A Lebanese source close to the Syrian government said that the offensive had the goal of cleansing all the areas near the capital from rebels and setting up a security zone. An opposition activist named Ayman Idlibi stated that the Syrian army was preparing a massive attack on the city of Zabadani, a city located north of Wadi Barada and west of Rankus.

On 2 February 2012, it was confirmed that the Syrian Army had retaken Douma, with its streets mostly deserted, a few days earlier. Army defectors and most families had fled into the Damascus countryside.

On 9 February 2012, seven soldiers were buried after being killed fighting in the Damascus suburbs and other areas.

On 10 February 2012, the FSA in a poor district of Damascus city engaged loyalist forces in a firefight. Members of the Free Syrian Army fought for four hours with armoured backed troops who entered the al-Qaboun neighbourhood in the north of the capital according to witnesses; it was not immediately known how many people were killed but several FSA fighters were wounded.

On 11 February 2012, more fighting was reported when SANA reported that three gunmen shot dead another army general. SANA said that General Issa al-Khouli was shot in the morning as he left his home in the Damascus neighborhood of Rukn-Eddine. He was the director of a military hospital in Damascus. The Revolution Leadership Council, an anti-Assad group in Damascus, alleged that the government had carried out the killing itself.
Meanwhile, fighting was reported in the suburb of Douma, while a video was posted online reportedly showing a tank firing its guns in the streets of Douma. More fighting in Douma was reported when soldiers stormed the Grand Mosque and detained a number of people who were inside. In the al-Qaboun clashes the day before, it was said that an activist in the area was shot dead by government forces.

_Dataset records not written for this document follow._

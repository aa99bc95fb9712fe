import { CalcError } from './errors';
import { tCritical } from './t-dist';
import { requireLevel, requireNumberArray } from './validate';

export interface SampleSummary {
  n: number;
  mean: number;
  /** Sample standard deviation (n − 1 divisor). */
  sd: number;
  /** Standard error of the mean, sd / √n. */
  se: number;
  /** Coefficient of variation sd / mean as a fraction (0.12 = 12 %); null when the mean is 0. */
  cv: number | null;
  level: number;
  /** t-based confidence interval of the mean at `level`. */
  ci: [number, number];
}

export function summarizeSample(values: number[], level = 0.95): SampleSummary {
  const xs = requireNumberArray(values, 'values');
  requireLevel(level);
  const n = xs.length;
  if (n < 2) {
    throw new CalcError('too_few_points', 'A sample summary needs at least 2 values (one value has no spread).', 'values');
  }
  // Two-pass (mean, then squared deviations): stable for lengths and biomass magnitudes alike.
  let sum = 0;
  for (const v of xs) sum += v;
  // Equal values have no spread; their sum can leave rounding dust (ten × 81.28 gives sd 1.5e-14).
  const equal = xs.every((v) => v === xs[0]);
  const mean = equal ? xs[0]! : sum / n; // n ≥ 2 (checked above)
  let ss = 0;
  for (const v of xs) ss += (v - mean) * (v - mean);
  const sd = Math.sqrt(ss / (n - 1));
  const se = sd / Math.sqrt(n);
  const half = tCritical(level, n - 1) * se;
  return { n, mean, sd, se, cv: mean === 0 ? null : sd / mean, level, ci: [mean - half, mean + half] };
}
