import { CalcError } from './errors';

/*
 * Calendar-day arithmetic on ISO 'YYYY-MM-DD' strings, as whole UTC calendar days.
 * Each date becomes an integer day number (days since 1970-01-01) by the civil-calendar formula
 * (H. Hinnant, "chrono-compatible low-level date algorithms"), so no Date object, time zone or
 * daylight-saving shift is involved anywhere. date-fns is not used here on purpose: its functions
 * read and write Dates in the device's local time zone, which is exactly what a rule about calendar
 * days must not depend on (a phone in another zone would count a different day).
 */

export function isLeapYear(y: number): boolean {
  return (y % 4 === 0 && y % 100 !== 0) || y % 400 === 0;
}

const MONTH_DAYS = [31, 28, 31, 30, 31, 30, 31, 31, 30, 31, 30, 31];

export function daysInMonth(y: number, m: number): number {
  const days = MONTH_DAYS[m - 1];
  if (days === undefined) throw new RangeError(`There is no month ${m}.`);
  return m === 2 && isLeapYear(y) ? 29 : days;
}

/** Day number of a proleptic Gregorian date (1970-01-01 → 0). */
export function dayNumber(y: number, m: number, d: number): number {
  const yy = m <= 2 ? y - 1 : y;
  const era = Math.floor(yy / 400);
  const yoe = yy - era * 400;
  const mp = (m + 9) % 12; // March = 0
  const doy = Math.floor((153 * mp + 2) / 5) + d - 1;
  const doe = yoe * 365 + Math.floor(yoe / 4) - Math.floor(yoe / 100) + doy;
  return era * 146097 + doe - 719468;
}

export interface IsoDay {
  y: number;
  m: number;
  d: number;
  day: number;
}

export function parseIsoDate(s: unknown, field: string): IsoDay {
  const match = typeof s === 'string' ? /^(\d{4})-(\d{2})-(\d{2})$/.exec(s) : null;
  if (!match) throw new CalcError('bad_date', `${field} must be a date written YYYY-MM-DD.`, field);
  const y = Number(match[1]), m = Number(match[2]), d = Number(match[3]);
  if (y < 1000 || m < 1 || m > 12 || d < 1 || d > daysInMonth(y, m)) {
    throw new CalcError('bad_date', `${field} (${s}) is not a real calendar date.`, field);
  }
  return { y, m, d, day: dayNumber(y, m, d) };
}

/** Number of calendar days from a to b (b − a). */
export function daysBetween(a: string, b: string): number {
  return parseIsoDate(b, 'to').day - parseIsoDate(a, 'from').day;
}

export interface SeasonWindow {
  /** 'MM-DD', first day inside the window. */
  start: string;
  /** 'MM-DD', last day inside the window (inclusive). */
  end: string;
}

interface MonthDay {
  m: number;
  d: number;
}

function parseMonthDay(s: unknown, field: string): MonthDay {
  const match = typeof s === 'string' ? /^(\d{2})-(\d{2})$/.exec(s) : null;
  if (!match) throw new CalcError('bad_window', `${field} must be a month and day written MM-DD, e.g. 10-01.`, field);
  const m = Number(match[1]), d = Number(match[2]);
  if (m < 1 || m > 12 || d < 1 || d > (m === 2 ? 29 : MONTH_DAYS[m - 1]!)) {
    throw new CalcError('bad_window', `${field} (${s}) is not a real month and day.`, field);
  }
  return { m, d };
}

export function parseWindow(window: unknown): { start: MonthDay; end: MonthDay; crossesYear: boolean } {
  if (typeof window !== 'object' || window === null) {
    throw new CalcError('bad_window', 'The rainy window needs a start and an end, each MM-DD.', 'window');
  }
  const w = window as Partial<SeasonWindow>;
  const start = parseMonthDay(w.start, 'window.start');
  const end = parseMonthDay(w.end, 'window.end');
  const crossesYear = start.m * 100 + start.d > end.m * 100 + end.d;
  return { start, end, crossesYear };
}

/*
 * Counting convention: a day of growth is a calendar day D with seededOn ≤ D < endOn; the seeding
 * day counts, the end day (termination, or "today" for a projection) does not, so a crop seeded
 * 10-01 and terminated 10-31 grew 30 days, the plain difference of the two dates. A window day is any
 * day whose month-day lies within [start, end], both inclusive; windows with start after end run over
 * the new year (10-01..03-31 means Oct 1 to Mar 31 of the next year). 02-29 is an ordinary window day
 * in leap years. As a window boundary in a common year, start 02-29 means Mar 1 and end 02-29 means
 * Feb 28 (the window holds the days it would hold in a leap year, less Feb 29). A planting that spans
 * several windows (several rainy seasons) counts the days in each.
 */
export function daysInWindow(seededOn: string, endOn: string, window: SeasonWindow): number {
  const a = parseIsoDate(seededOn, 'seededOn');
  const b = parseIsoDate(endOn, 'endOn');
  const w = parseWindow(window);
  if (b.day < a.day) {
    throw new CalcError('dates_out_of_order', `The end date (${endOn}) is before the seeding date (${seededOn}).`, 'endOn');
  }
  const startOf = (y: number) =>
    w.start.m === 2 && w.start.d === 29 && !isLeapYear(y) ? dayNumber(y, 3, 1) : dayNumber(y, w.start.m, w.start.d);
  const endOf = (y: number) =>
    w.end.m === 2 && w.end.d === 29 && !isLeapYear(y) ? dayNumber(y, 2, 28) : dayNumber(y, w.end.m, w.end.d);
  let total = 0;
  // The window that opens in year Y closes in Y (or Y + 1 when it crosses the new year); those
  // occurrences never overlap, so their overlaps with [seededOn, endOn) simply add up.
  for (let y = a.y - 1; y <= b.y; y++) {
    const ws = startOf(y);
    const weExclusive = endOf(w.crossesYear ? y + 1 : y) + 1;
    const overlap = Math.min(b.day, weExclusive) - Math.max(a.day, ws);
    if (overlap > 0) total += overlap;
  }
  return total;
}
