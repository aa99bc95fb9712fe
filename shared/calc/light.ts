/*
 * The phone's subset of the estimation core: everything needed to estimate from a stored Fit,
 * with no matrix library (fitting lives in fit.ts / compare.ts, which import ml-matrix). Import from
 * here in client code that must stay small; the server can import from './index'.
 */
export * from './errors';
export * from './units';
export * from './t-dist';
export * from './sample';
export * from './fit-types';
export * from './predict';
export * from './inverse';
export * from './estimate';
export * from './combined';
export * from './power';
export * from './verdict';
export * from './outliers';
export * from './nitrogen';
export * from './lookup';
export * from './dates';
export * from './rules';
export * from './eligibility';
export * from './walk-plan';
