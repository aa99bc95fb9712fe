import quantile from '@stdlib/stats-base-dists-t-quantile';
import { CalcError } from './errors';
import { requireLevel } from './validate';

/*
 * Student's t quantiles from @stdlib (inverse of the regularised incomplete beta function, to
 * about 1e-15 relative; tests/shared/t-dist.test.ts checks 1e-12 against the closed forms for 1, 2
 * and 4 degrees of freedom). Two-sided critical values are memoised per (df, level): the phone asks
 * for the same one or two values after every plant entered.
 */
const cache = new Map<string, number>();
const CACHE_LIMIT = 4096; // a bound, so a long-lived server cannot grow it without end

/** Lower-tail quantile: P(T ≤ q) = p for T ~ t(df). df need not be a whole number (Welch–Satterthwaite). */
export function tQuantile(p: number, df: number): number {
  if (typeof p !== 'number' || !(p > 0 && p < 1)) {
    throw new CalcError('bad_level', 'The probability must be between 0 and 1.', 'p');
  }
  if (typeof df !== 'number' || Number.isNaN(df) || df < 1) {
    throw new CalcError('too_few_points', 'The t distribution needs at least 1 degree of freedom.', 'df');
  }
  // stdlib's inverse loses the tail beyond about 1e15 degrees of freedom; at 1e14 the t quantile is
  // the normal one to about 1e-14 (the gap is (z³ + z)/(4·df)), so larger df, Infinity included, use 1e14.
  return quantile(p, Math.min(df, 1e14));
}

/** Two-sided critical value t such that P(|T| ≤ t) = level. Memoised. */
export function tCritical(level: number, df: number): number {
  requireLevel(level);
  const key = `${df}|${level}`;
  const hit = cache.get(key);
  if (hit !== undefined) return hit;
  const v = tQuantile((1 + level) / 2, df);
  if (cache.size >= CACHE_LIMIT) cache.clear();
  cache.set(key, v);
  return v;
}

/** Standard normal quantile Φ⁻¹(p) (the t quantile with unbounded degrees of freedom), to about 1e-14. */
export function zQuantile(p: number): number {
  return tQuantile(p, Infinity);
}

On 12 February 2012, a video was posted on the internet reportedly showing a Syrian military anti-aircraft vehicle being used in the streets of Douma with pictures of Bashar al-Assad pasted on the front next to the guns; the vehicle appears to be firing directly at buildings. On 14 February, the Syrian press agency stated that the security forces discovered an insurgent hiding place and confiscated weapons, bomb-making kits and military suits. Also, an activist group reported the death of three insurgents. On 15 February, elite Syrian troops launched a large operation in the Barzeh suburb to locate the insurgents' hiding place, with around 1,000 troops deployed.

On 15 February 2012, with clashes ongoing, FSA were seen on the streets of Damascus.

On 18 February 2012, a military hideout was discovered in Douma as reported by state media, with the security forces finding six Kalashnikov assault rifles, three sniper rifles, two RPGs, two Turkish guns, and a Turkish shotgun.
On the same day at least two protesters were reportedly killed in a bigger protest and funeral march for three recently slain protesters. In the central district of Mezzeh, near the Syrian Presidential Palace, the anti-government demonstration reportedly attracted tens of thousands of pro-democracy protesters. Security forces then confronted them with gunfire and tear gas, which was said to have killed and injured protesters. The number of dead rose to three. The number of protesters was estimated up to 30,000.

On 19 February 2012, the area was calm, even though the opposition called for an even bigger "day of defiance" following the protests a day before. As no one turned up, the opposition then claimed that protests could not go on due to security forces being deployed in some districts of central Damascus. The streets of Mezzeh became largely empty, and groups of people on the street were controlled on sight, with some arrests.
Student protests at local schools did occur, however.

=== March 2012 ===

On 3 March 2012, the head of the Free Syrian Army, Riad al-Asaad, told al-Jazeera that FSA members had taken control of arms depots in Reef Damascus. He also stated that "the FSA killed more than 100 army troops in Reef Damascus." However, this was not confirmed by any media or the opposition groups responsible for tracking fatalities in the conflict as the sheer number would be counter-productive. Riad al-Asaad's statement was made after a claim by another FSA leader that 100 soldiers were killed or wounded when the FSA seized control of the bases. The FSA leader had said the report was preliminary before it was confirmed by the commander of the FSA. Two rebels and seven people harbouring them were killed by the Syrian Army in Duma, an activist stated to the news agencies. On 10 March, two soldiers and three rebels were killed in a clash in the town of Daryaa, the London activist group reported.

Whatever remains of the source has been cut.